Bolt dá mais um show e leva terceiro ouro para a Jamaica

EDUARDO MALUF E WILSON BALDINI JR.
Da Agência Estado – Pequim, China
Usain Bolt só não ganhou oito medalhas de ouro como Michael Phelps porque participou de apenas três provas Esse é o comentário geral em Pequim ontem, dia em que o jamaicano se despediu da Olimpíada com mais um show e a terceira vitória em três provas, com direito ao terceiro recorde mundial. Bolt teve participação fundamental na equipe de seu país no revezamento 4x100 metros. A Jamaica ganhou fácil a disputa e ainda quebrou o recorde mundial com o tempo de 37s10. A melhor marca pertencia aos Estados Unidos: 37s40, batida nos Jogos de Barcelona/1992 e repetida em agosto de 1993, em Stuttgart. O recordista e campeão dos 100 e dos 200 metros rasos foi o terceiro corredor a entrar em ação, depois de Nesta Carter e Michael Frater. Ao pegar o bastão, os caribenhos estavam longe da primeira colocação. Mas Bolt é Bolt. O velocista arrancou como um furacão, chegou à liderança, abriu vantagem sobre os concorrentes e passou a vez para o também astro Asafa Powell.
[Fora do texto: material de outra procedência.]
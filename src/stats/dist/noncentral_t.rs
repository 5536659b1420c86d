//! The noncentral t distribution, by quadrature over the scale.
//!
//! T = (Z + delta) / S with S^2 df a chi-squared variable, so that
//! P(T <= t) = E Phi(t S - delta), which the trapezoidal rule in ln S gives to
//! full accuracy. Every term is positive: both tails keep their relative
//! accuracy, far tails and large df included.

use libm::{exp, expm1};

use super::scale::{TooManyPoints, density_at_one, log_density, sum_around, sum_until};
use super::{DistributionError, Domain, normal};

const DOMAIN: Domain = Domain("noncentral t");

const TOO_SHARP: &str = "the statistic is so many times the square root of its degrees of freedom \
                         that the quadrature would need too many points";

fn too_sharp(_: TooManyPoints) -> DistributionError {
    DOMAIN.out_of_reach(TOO_SHARP)
}

fn check(t: f64, df: f64) -> Result<(), DistributionError> {
    DOMAIN.finite("the statistic", t)?;
    DOMAIN.positive("the degrees of freedom", df)
}

/// Step of the rule: the error is about exp(-2 pi theta / step) times the
/// growth of the integrand at distance theta off the real line, which df and
/// t^2 govern, at the `scale` S where the integrand lies.
fn step(t: f64, df: f64, scale: f64) -> f64 {
    let sharpness = df + t * t * (0.5 + 1.0 / df.sqrt());
    0.42 / (sharpness * (scale * scale).max(1.0) + 10.0).sqrt()
}

/// E Phi(sign (t S - delta)).
fn tail(t: f64, df: f64, delta: f64, sign: f64) -> Result<f64, DistributionError> {
    if t == 0.0 {
        return Ok(normal::tail(sign * delta));
    }
    let mode = mode(t, df, delta, sign);
    let step = step(t, df, exp(mode));
    let mut sum = 0.0;
    sum_around(mode, step, |w| {
        let here = exp(log_density(w, df)) * normal::tail(-sign * (t * exp(w) - delta));
        sum += here;
        here
    })
    .map_err(too_sharp)?;
    Ok((step * sum * density_at_one(df)).min(1.0))
}

/// Where the integrand is largest. It has one peak: in S its logarithm is concave.
fn mode(t: f64, df: f64, delta: f64, sign: f64) -> f64 {
    let rises_at = |w: f64| {
        let shifted = t * exp(w);
        let x = sign * (shifted - delta);
        let pull = sign * shifted * inverse_mills(x);
        -df * expm1(2.0 * w) + pull > 0.0
    };
    let (mut left, mut right) = (-1.0, 1.0);
    while !rises_at(left) && left > -600.0 {
        left *= 2.0;
    }
    while rises_at(right) && right < 300.0 {
        right *= 2.0;
    }
    for _ in 0..40 {
        let middle = 0.5 * (left + right);
        if rises_at(middle) {
            left = middle;
        } else {
            right = middle;
        }
    }
    0.5 * (left + right)
}

/// phi(x) / Phi(x).
fn inverse_mills(x: f64) -> f64 {
    if x < -30.0 {
        // Phi(x) is about phi(x) / |x| there.
        return -x - 1.0 / x;
    }
    normal::density(x) / normal::tail(-x)
}

/// P(T <= `t`) with `df` degrees of freedom and noncentrality `delta`.
///
/// # Errors
/// `t` or `delta` not finite; `df` not finite and above 0; |t| beyond some
/// thousand times sqrt(df).
///
/// ```
/// use aforesaid::stats::dist::noncentral_t::lower_tail;
/// // At t = 0 only the sign of Z + delta counts.
/// let p = lower_tail(0.0, 7.0, 1.959963984540054).unwrap();
/// assert!((p - 0.025).abs() < 1e-15);
/// ```
pub fn lower_tail(t: f64, df: f64, delta: f64) -> Result<f64, DistributionError> {
    check(t, df)?;
    DOMAIN.finite("the noncentrality", delta)?;
    tail(t, df, delta, 1.0)
}

/// P(T > `t`), the companion of [`lower_tail`].
///
/// # Errors
/// As for [`lower_tail`].
pub fn upper_tail(t: f64, df: f64, delta: f64) -> Result<f64, DistributionError> {
    check(t, df)?;
    DOMAIN.finite("the noncentrality", delta)?;
    tail(t, df, delta, -1.0)
}

/// The interval for the noncentrality at confidence `level`: the lower limit
/// has P(T >= t) = (1 - level) / 2, the upper limit P(T <= t) = (1 - level) / 2
/// (Steiger & Fouladi 1997; Cumming & Finch 2001).
///
/// # Errors
/// As for [`lower_tail`]; `level` not inside 0 to 1.
///
/// ```
/// use aforesaid::stats::dist::noncentral_t::noncentrality_limits;
/// let (lower, upper) = noncentrality_limits(2.5, 38.0, 0.95).unwrap();
/// assert!((lower - 0.44635507).abs() < 1e-8 && (upper - 4.52324620).abs() < 1e-8);
/// ```
pub fn noncentrality_limits(t: f64, df: f64, level: f64) -> Result<(f64, f64), DistributionError> {
    check(t, df)?;
    DOMAIN.probability("the confidence level", level)?;
    let z = normal::quick_quantile_upper(0.5 * (1.0 - level));
    if t == 0.0 {
        return Ok((-z, z));
    }
    let rule = ScaleRule::new(t, df)?;
    // T is about normal with mean delta and variance 1 + t^2 / (2 df).
    let spread = z * (1.0 + 0.5 * t * t / df).sqrt();
    let lower = rule.solve(z, -1.0, t - spread)?;
    let upper = rule.solve(z, 1.0, t + spread)?;
    Ok((lower, upper))
}

/// The points t S and weights of a rule that all values of delta share, the coarse rule's points first.
struct ScaleRule {
    points: Vec<(f64, f64)>,
    coarse: usize,
}

/// Weights of the limits' rule are left out below this: the tails looked for are not small.
const NO_WEIGHT: f64 = 1e-16;

/// The coarse search ends after a step of this size,
const COARSE_STEP: f64 = 0.3;

/// and the fine one after one of this size: its fourth power, times a small factor, is what is left.
const LAST_STEP: f64 = 1e-3;

/// What a tail at some delta is, with what its derivatives need.
struct TailHere {
    tail: f64,
    /// E phi(x) with x = t S - delta.
    density: f64,
    /// E x phi(x), the first derivative of the density by delta.
    first: f64,
    /// E (x^2 - 1) phi(x), the second.
    second: f64,
}

impl TailHere {
    /// How far along, in the direction in which the tail falls, the probit reaches `z`: the inverted Taylor series of
    /// the probit to its third term. `sign` is that of delta in this direction.
    fn step_to(&self, z: f64, sign: f64) -> f64 {
        let probit = normal::quick_quantile_upper(self.tail);
        let at_probit = normal::density(probit);
        let slope = self.density / at_probit;
        let first = sign * self.first / at_probit;
        let bend = first + probit * slope * slope;
        let third = self.second / at_probit + probit * slope * first + slope * slope * slope + 2.0 * probit * slope * bend;
        let newton = (z - probit) / slope;
        let (a, b) = (bend / (2.0 * slope), third / (6.0 * slope));
        let series = 1.0 - newton * (a - newton * (2.0 * a * a - b));
        // Far away the series says nothing.
        newton * if series > 0.5 && series < 2.0 { series } else { 1.0 }
    }
}

impl ScaleRule {
    fn new(t: f64, df: f64) -> Result<Self, DistributionError> {
        let step = step(t, df, 1.0);
        let mut points = Vec::with_capacity(64);
        let mut coarse = 0;
        for centre in [0.0, step] {
            coarse = points.len();
            sum_until(NO_WEIGHT, centre, 2.0 * step, |w| {
                let density = exp(log_density(w, df));
                points.push((t * exp(w), density));
                density
            })
            .map_err(too_sharp)?;
        }
        Ok(Self { points, coarse })
    }

    fn at(&self, points: &[(f64, f64)], delta: f64, sign: f64) -> TailHere {
        let mut sum = TailHere { tail: 0.0, density: 0.0, first: 0.0, second: 0.0 };
        let mut mass = 0.0;
        for &(shifted, weight) in points {
            let x = shifted - delta;
            let density = weight * normal::density(x);
            mass += weight;
            sum.tail += weight * normal::tail(-sign * x);
            sum.density += density;
            sum.first += x * density;
            sum.second += (x * x - 1.0) * density;
        }
        TailHere { tail: sum.tail / mass, density: sum.density / mass, first: sum.first / mass, second: sum.second / mass }
    }

    /// The delta whose tail on the side of `sign` is `target`, with z its normal quantile: by the coarse rule, which is
    /// good to some 1e-3, and from there by the full one.
    fn solve(&self, z: f64, sign: f64, start: f64) -> Result<f64, DistributionError> {
        let near = self.search(&self.points[..self.coarse], z, sign, start, COARSE_STEP)?;
        self.search(&self.points, z, sign, near, LAST_STEP)
    }

    /// The inverted series on the probit scale, on which the tail is almost linear in delta, inside a bracket. Its steps
    /// converge with the fourth power: after one not above `last_step` it is done.
    fn search(&self, points: &[(f64, f64)], z: f64, sign: f64, start: f64, last_step: f64) -> Result<f64, DistributionError> {
        let (mut near, mut far) = (f64::NEG_INFINITY, f64::INFINITY);
        // Along `along` = sign * delta the tail falls.
        let mut along = sign * start;
        for _ in 0..200 {
            let here = self.at(points, sign * along, sign);
            let usable = here.tail > 0.0 && here.tail < 1.0 && here.density > 0.0;
            let step = if usable { here.step_to(z, sign) } else { f64::NAN };
            if step.abs() <= last_step {
                return Ok(sign * (along + step));
            }
            if step > 0.0 || here.tail >= 1.0 {
                near = near.max(along);
            } else {
                far = far.min(along);
            }
            let next = along + step;
            along = if next > near && next < far {
                next
            } else if near.is_finite() && far.is_finite() {
                0.5 * (near + far)
            } else if near.is_finite() {
                along + z.abs().max(1.0)
            } else {
                along - z.abs().max(1.0)
            };
        }
        Err(DOMAIN.out_of_reach("the search for the noncentrality did not settle"))
    }
}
A vitória foi humilhante, com quase um segundo à frente dos representantes de Trinidad & Tobago, que cruzaram a linha em 38s06. O Japão ficou com a medalha de bronze, com 38s15. "Os velocistas jamaicanos estão dominando o mundo", declarou Bolt, com ar de superioridade, após sua terceira exibição de gala no Ninho do Pássaro. "Nós sempre tivemos bons velocistas, mas agora podemos dizer que estamos dominando e vamos dominar o atletismo para sempre." O jovem de 22 anos, nascido em Trelawny, deixará a China na segunda-feira como o grande nome dos Jogos - ao lado de Phelps - e com o rótulo de novo fenômeno do atletismo mundial. Conquistou três ouros e três recordes mundiais que assombraram os chineses pela forma como foram obtidos, sem dar nenhuma chance aos adversários. Bolt brilhou tanto a ponto de ter posto a Jamaica lado a lado com algumas potências no quadro geral de medalhas. O país fechou a sexta-feira em Pequim na 11.ª colocação, à frente de França, Espanha, Canadá e Cuba, e bem perto de Japão, Itália e Holanda. O Brasil, por exemplo, nunca conseguiu terminar uma edição olímpica no 11.º lugar. Os jamaicanos somaram, até agora, seis medalhas de ouro, três de prata e uma de bronze, todas elas no atletismo.